I personally consider myself a public servant in the colloquial sense, in addition to truly being one because I'm a government employee. But, that is because of the practice set-up I've chosen for myself. Dealing with the health of others is very different from most other jobs... but medicine is still a job. In a country where obtaining the means to become a physician is a personal responsibility, the choice of what to do with that training must be a personal one. For example I may wish my patients didn't have to either 1) drive 80 miles for their seizure management, or 2) have an underqualified physician (me) do it. But it's the right of the neurologists in this area to make their own practice decisions- they took on no obligations to the general public, only to their own patients.
 
This is changing in the current understanding of bioethics and the winning argument currently is that the scope of physician responsibility - I.e that they should be beholden to more than just their clients - ought to be expanded to whole communities and, in the case of providing patient data for clinical research, the entire human population.

This is a departure from medicine's origins as a "profession". It used to be that the two professions, law and medicine, were beholden only to their client and all of the ethical groundwork for the profession was built up from that original assumption about the foundational relationship which defined any and all professional activities.

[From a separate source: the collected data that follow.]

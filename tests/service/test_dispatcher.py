"""The dispatcher with a real pool, on both databases."""

import json
import os
import signal
import threading
from collections.abc import Iterator
from contextlib import contextmanager
from functools import partial
from typing import Any

import pytest
from sqlalchemy import Engine, func, select, update
from sqlalchemy.exc import OperationalError

from support.databases import DatabaseMaker
from support.pools import Borrowed, QuickSettings, until, worker_pids
from support.sweeps import keys_of, small_sweep
from sweepmill.sweep import Sweep
from sweepmill_service import schema
from sweepmill_service.database import open_database
from sweepmill_service.dispatcher import AlreadyServed, Dispatcher
from sweepmill_service.pool import LocalPool
from sweepmill_service.store import Store
from sweepmill_worker.sample import sample


@contextmanager
def dispatching(store: Store, pool: LocalPool, **changes: Any) -> Iterator[Dispatcher]:
    """A dispatcher at work."""
    dispatcher = Dispatcher(store, Borrowed(pool), QuickSettings(**changes))
    dispatcher.start()
    try:
        yield dispatcher
    finally:
        dispatcher.stop(10)


def state(store: Store, sweep: Sweep) -> str:
    return store.sweep_status(sweep.key).state


def settle(store: Store, *sweeps: Sweep) -> None:
    for sweep in sweeps:
        until(partial(settled, store, sweep), f"sweep {sweep.key} settles")


def settled(store: Store, sweep: Sweep) -> bool:
    return state(store, sweep) == "settled"


def sampled_beyond(store: Store, sweep: Sweep, number: int) -> bool:
    return store.sweep_status(sweep.key).trajectories > number


def started(store: Store, ensemble: str) -> list[tuple[int, int]]:
    """Ranges handed to the pool, in order."""
    statement = select(schema.start.c.first, schema.start.c.count).where(schema.start.c.ensemble == ensemble)
    with store.engine.connect() as connection:
        return sorted((int(first), int(count)) for first, count in connection.execute(statement))


def check_exact(store: Store, sweep: Sweep) -> None:
    """Every total of a settled sweep is the one that sampling its first N trajectories at once gives."""
    for entry in store.table_entries(sweep.key):
        point = sweep.points[entry.ordinal]
        observation = next(o.observation for o in sweep.observations if o.observation.key == entry.observation_key)
        direct = sample(point.ensemble, [observation], 0, entry.trajectories).accumulators[entry.observation_key]
        assert entry.accumulator == direct.to_bytes()


def test_a_sweep_is_sampled_to_its_cap_exactly(store: Store, local_pool: LocalPool) -> None:
    sweep = small_sweep(rates=4, cap=3000)
    with dispatching(store, local_pool) as dispatcher:
        store.submit(sweep, "ada")
        settle(store, sweep)
        status = dispatcher.status()
        assert (status.ready, status.cores, status.window) == (True, 2, 4)
        assert status.batches_committed >= 4
    assert {entry.trajectories for entry in store.table_entries(sweep.key)} == {3000}
    check_exact(store, sweep)
    done = store.sweep_status(sweep.key)
    assert done.core_seconds == pytest.approx(done.requests[0].core_seconds)
    assert done.core_seconds > 0


def test_an_ensemble_of_two_sweeps_is_sampled_once(store: Store, local_pool: LocalPool) -> None:
    first, second = small_sweep(rates=1, cap=2000), small_sweep(rates=1, cap=3000)
    store.submit(first, "ada")
    store.submit(second, "bob")
    with dispatching(store, local_pool):
        settle(store, first, second)
    (ensemble,), _ = keys_of(first)
    ranges = started(store, ensemble)
    assert [start for start, _ in ranges] == [0, *(start + count for start, count in ranges)][:-1]
    assert sum(count for _, count in ranges) == 3000
    check_exact(store, first)
    check_exact(store, second)


def test_raising_the_cap_samples_only_what_is_missing_and_leaves_the_settled_table_alone(
    store: Store, local_pool: LocalPool
) -> None:
    low, high = small_sweep(rates=1, cap=500), small_sweep(rates=1, cap=1500)
    with dispatching(store, local_pool):
        store.submit(low, "ada")
        settle(store, low)
        table, digests = list(store.table_entries(low.key)), store.frozen_digests(low.key)
        store.submit(high, "ada")
        settle(store, high)
    assert sum(count for _, count in started(store, keys_of(low)[0][0])) == 1500
    assert list(store.table_entries(low.key)) == table
    assert store.frozen_digests(low.key) == digests


def test_a_standard_error_rule_is_met_at_a_rung(store: Store, local_pool: LocalPool) -> None:
    sweep = small_sweep(rates=2, cap=100_000, at_least=100, standard_error=[{"of": "bits", "below": 0.05}])
    with dispatching(store, local_pool):
        store.submit(sweep, "ada")
        settle(store, sweep)
    ladder = sweep.stop.ladder(100_000)
    for one in store.progress(sweep.key).ensembles:
        assert one.met_by == "error"
        assert one.trajectories in ladder
        assert one.trajectories < 10_000
    check_exact(store, sweep)


def test_a_sweep_whose_budget_is_spent_is_stuck_with_a_reason(store: Store, local_pool: LocalPool) -> None:
    sweep = small_sweep(rates=2, cap=10_000_000, budget=0.5)
    with dispatching(store, local_pool):
        store.submit(sweep, "ada")
        until(lambda: state(store, sweep) == "stuck", "the budget is spent")
    status = store.sweep_status(sweep.key)
    assert (status.reason or "").startswith("budget of 0.5 core-seconds spent")
    assert status.core_seconds >= 0.5
    assert 0 < status.trajectories < status.trajectories_cap


def searching(below: float = 0.03) -> Sweep:
    """A search for the crossing of two small sizes, with room for more values."""
    goal = {"of": "i3", "below": below, "within": [0.06, 0.3], "step": 0.02}
    return Sweep.parse(
        {
            "circuit": {
                "family": "hybrid-clifford",
                "sites": [8, 16],
                "layers": 16,
                "measurement_rate": [0.08, 0.14, 0.2, 0.26],
            },
            "observe": [{"name": "i3", "quantity": "tripartite-information"}],
            "stop": {"trajectories": 20_000, "critical_point": goal},
        }
    )


def test_a_goal_is_reached_in_rounds_and_its_table_is_exact(store: Store, local_pool: LocalPool) -> None:
    sweep = searching()
    with dispatching(store, local_pool):
        store.submit(sweep, "ada")
        settle(store, sweep)
    status, rounds = store.sweep_status(sweep.key), store.rounds(sweep.key)
    (answer,) = status.answers
    assert [one.number for one in rounds] == list(range(1, len(rounds) + 1))
    assert [one.settled for one in rounds] == [False] * (len(rounds) - 1) + [True]
    assert answer.met
    assert answer.error is not None
    assert answer.error <= 0.03
    ladder = sweep.stop.ladder(20_000)
    placed = store.progress(sweep.key).ensembles
    assert {one.trajectories for one in placed} <= set(ladder)
    assert {one.ordinal for one in placed} == {entry.ordinal for entry in store.table_entries(sweep.key)}
    assert len(placed) == status.ensembles == status.settled
    check_exact(store, sweep)


def test_a_dispatcher_that_starts_anew_goes_on_from_the_last_round(store: Store, local_pool: LocalPool) -> None:
    sweep = searching(below=0.02)
    with dispatching(store, local_pool):
        store.submit(sweep, "ada")
        until(lambda: len(store.rounds(sweep.key)) > 0, "a round is judged")
    before = store.rounds(sweep.key)
    with dispatching(store, local_pool):
        settle(store, sweep)
    assert store.rounds(sweep.key)[: len(before)] == before
    check_exact(store, sweep)


def test_a_law_is_judged_for_every_group_of_sizes(store: Store, local_pool: LocalPool) -> None:
    law = {"of": "half", "law": "logarithm", "coefficient": "a", "below": 0.15}
    circuit = {"family": "hybrid-clifford", "sites": [8, 12, 16, 24], "layers": 16, "measurement_rate": [0.16, 0.3]}
    sweep = Sweep.parse(
        {
            "circuit": circuit,
            "observe": [{"name": "half", "quantity": "entropy"}],
            "stop": {"trajectories": 2000, "law": law},
        }
    )
    with dispatching(store, local_pool):
        store.submit(sweep, "ada")
        settle(store, sweep)
    answers = store.sweep_status(sweep.key).answers
    assert [answer.where for answer in answers] == [{"measurement_rate": 0.16}, {"measurement_rate": 0.3}]
    for one in store.progress(sweep.key).ensembles:
        met = answers[0 if one.parameters["measurement_rate"] == 0.16 else 1].met
        assert one.met_by == ("error" if met else "cap")
    check_exact(store, sweep)


def test_withdrawing_stops_feeding_and_keeps_what_was_sampled(store: Store, local_pool: LocalPool) -> None:
    sweep = small_sweep(rates=1, cap=10_000_000)
    with dispatching(store, local_pool) as dispatcher:
        store.submit(sweep, "ada")
        until(lambda: store.sweep_status(sweep.key).trajectories > 0, "sampling began")
        store.withdraw(sweep.key, "ada")
        dispatcher.wake()
        until(lambda: dispatcher.status().in_flight == 0, "what was in flight ended")
        kept = store.sweep_status(sweep.key)
        assert (kept.state, dispatcher.seconds_left(sweep.key)) == ("withdrawn", None)
        assert kept.trajectories < kept.trajectories_cap
        sampled = store.already_sampled(*keys_of(sweep))
        assert min(sampled.values()) > 0


def test_a_batch_that_always_fails_leaves_its_ensemble_stuck_and_the_rest_goes_on(
    store: Store, local_pool: LocalPool
) -> None:
    sweep = small_sweep(rates=2, cap=100)
    store.submit(sweep, "ada")
    (broken, _), _ = keys_of(sweep)
    with store.engine.begin() as connection:
        where = schema.ensemble.c.key == broken
        form = json.loads(connection.scalar(select(schema.ensemble.c.normal_form).where(where)) or "")
        changed = json.dumps(form | {"layers": 1})  # less than a unit cell: refused by the worker
        connection.execute(update(schema.ensemble).where(where).values(normal_form=changed))
    with dispatching(store, local_pool, attempts=2):
        until(lambda: state(store, sweep) == "stuck", "the sweep is stuck")
    first, second = store.progress(sweep.key).ensembles
    assert "failed 2 times, the last time with ValueError: " in (first.reason or "")
    assert (second.met_by, second.trajectories) == ("cap", 100)
    assert [fault.attempt for fault in store.ensemble_record(broken).faults] == [2, 1]
    assert store.ensemble_record(broken).faults[0].traceback


def test_a_worker_killed_while_computing_is_a_fault_of_its_batch_which_is_tried_again(
    store: Store, local_pool: LocalPool
) -> None:
    sweep = small_sweep(rates=1, cap=800_000)
    with dispatching(store, local_pool, first_batch_seconds=1.0, batch_seconds=1.0) as dispatcher:
        store.submit(sweep, "ada")
        until(lambda: sum(bool(w.computing) for w in dispatcher.status().workers) == 2, "both workers compute")
        before = worker_pids(local_pool)
        os.kill(next(iter(before.values())), signal.SIGKILL)
        settle(store, sweep)
    faults = store.ensemble_record(keys_of(sweep)[0][0]).faults
    assert [fault.kind for fault in faults] == ["worker lost"]
    assert sum(count for _, count in started(store, keys_of(sweep)[0][0])) > 800_000
    until(lambda: len(local_pool.workers()) == 2, "the worker is replaced")


def test_a_result_of_other_versions_is_refused_by_name(
    store: Store, local_pool: LocalPool, monkeypatch: pytest.MonkeyPatch
) -> None:
    monkeypatch.setattr("sweepmill_service.flights.difference", lambda _: "has numpy 1.0, the service 2.0")
    sweep = small_sweep(rates=1, cap=100)
    with dispatching(store, local_pool):
        store.submit(sweep, "ada")
        until(lambda: state(store, sweep) == "stuck", "the sweep is stuck")
    assert "versions differ: the worker has numpy 1.0, the service 2.0" in (store.sweep_status(sweep.key).reason or "")


def test_a_superseded_sweep_is_stuck_at_start(store: Store, local_pool: LocalPool) -> None:
    sweep = small_sweep(rates=1)
    store.submit(sweep, "ada")
    with store.engine.begin() as connection:
        connection.execute(update(schema.ensemble).values(revision=0))
    with dispatching(store, local_pool):
        until(lambda: state(store, sweep) == "stuck", "the sweep is stuck")
    assert store.sweep_status(sweep.key).reason == "revision superseded, submit again"


def test_a_dispatcher_that_stops_and_one_that_starts_sample_nothing_twice(store: Store, local_pool: LocalPool) -> None:
    sweep = small_sweep(rates=3, cap=30_000)
    store.submit(sweep, "ada")
    for _ in range(2):
        before = store.sweep_status(sweep.key).trajectories
        with dispatching(store, local_pool, first_batch_seconds=0.005, batch_seconds=0.005):
            until(partial(sampled_beyond, store, sweep, before), "sampling goes on")
    with dispatching(store, local_pool):
        settle(store, sweep)
    for ensemble in keys_of(sweep)[0]:
        assert sum(count for _, count in started(store, ensemble)) == 30_000
    check_exact(store, sweep)


def test_a_lost_database_pauses_the_dispatcher_which_goes_on_by_itself(
    store: Store, local_pool: LocalPool, monkeypatch: pytest.MonkeyPatch
) -> None:
    sweep = small_sweep(rates=2, cap=20_000)
    full = threading.Event()
    commit = store.commit

    def commit_or_fail(results: Any) -> Any:
        if full.is_set():
            raise OperationalError("INSERT", {}, Exception("database or disk is full"))
        return commit(results)

    monkeypatch.setattr(store, "commit", commit_or_fail)
    with dispatching(store, local_pool) as dispatcher:
        full.set()
        store.submit(sweep, "ada")
        until(lambda: "database or disk is full" in (dispatcher.status().reason or ""), "the dispatcher pauses")
        assert not dispatcher.status().ready
        full.clear()
        settle(store, sweep)
        until(lambda: dispatcher.status().ready, "the dispatcher works again")
    for ensemble in keys_of(sweep)[0]:
        assert sum(count for _, count in started(store, ensemble)) == 20_000


def test_a_second_dispatcher_is_refused_on_sqlite_and_waits_on_postgres(
    make_database: DatabaseMaker, local_pool: LocalPool, backend: str
) -> None:
    with make_database() as url:
        engines: list[Engine] = [open_database(url), open_database(url)]
        first, second = map(Store, engines)
        with dispatching(first, local_pool) as active:
            until(lambda: active.status().ready, "the first is active")
            waiting = Dispatcher(second, Borrowed(local_pool), QuickSettings())
            if backend == "sqlite":
                with pytest.raises(AlreadyServed):
                    waiting.start()
            else:
                waiting.start()
                until(lambda: waiting.status().reason == "standby: another dispatcher is active", "it waits")
                active.stop(5)
                until(lambda: waiting.status().ready, "the standby takes over")
            waiting.stop(5)
        for engine in engines:
            engine.dispose()


def test_more_starts_than_batches_are_at_most_a_window(store: Store, local_pool: LocalPool) -> None:
    sweep = small_sweep(rates=2, cap=10_000_000)
    with dispatching(store, local_pool) as dispatcher:
        store.submit(sweep, "ada")
        until(lambda: dispatcher.status().batches_committed >= 3, "some batches are stored")
        dispatcher.stop(0)
    with store.engine.connect() as connection:
        starts = connection.scalar(select(func.count()).select_from(schema.start)) or 0
        batches = connection.scalar(select(func.count()).select_from(schema.batch)) or 0
    assert 0 <= starts - batches // 2 <= 4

Today, medicine is responsible for an incredible amount of socially provided resources and many who believe (rightfully in my opinion) that the current trajectory of resource expenditure is unsustainable believe that the responsibilities of the profession should shift to accommodate for the responsibility they have for society's resources. The most serious ethical problem people contend with, even in this thread if not explicitly, is where the balance lies between the responsibility of the profession to the country's people, to society's resources, to themselves, and to individual patients. Second, our data sharing capabilities which are not being put to good use in medicine have some potential to dramatically increase the quality and scope of clinical research questions we can ask not only to generate new knowledge but to perform QA and QI and greater standardize practices across the nation. You cannot achieve those two goals without first rethinking about the scope and depth of the physician's responsibility to her patient and the community.

Ideally, I think all physicians ought to consider themselves public servants, with an emphasis on the "servant" and no qualifications on the "public". A physician ought to be someone who, like a priest, craves the role of the steward but faith unpermitting cannot take up the cloth. I understand this is a radical claim which is not at all reflective of the profession or of the desires of most likely the majority of the professionals, but I cannot imagine a better way.
Society can keep their resources. I never asked for them. Medicine only has so many societal resources being provided to it specifically because Medicare and Medicaid exist- back in the day, when these weren't a thing, health care was actually very much affordable. Physicians also made substantially less, but the physician-patient relationship was intact and massive government overreach really wasn't a thing. I'd take less money for less government involvement any day- I'm no one's servant, I'm a person who does good because I choose to, which I believe is the better way to approach things, since one cannot be forced to be good by the government, only to act good. The movement on behalf of socialized medicine seeks to usurp the free will of physicians, to force them to do as society wants rather than act as they choose, which I believe to be a gross violation of physician rights and autonomy without any change in our high degree of responsibility and liability.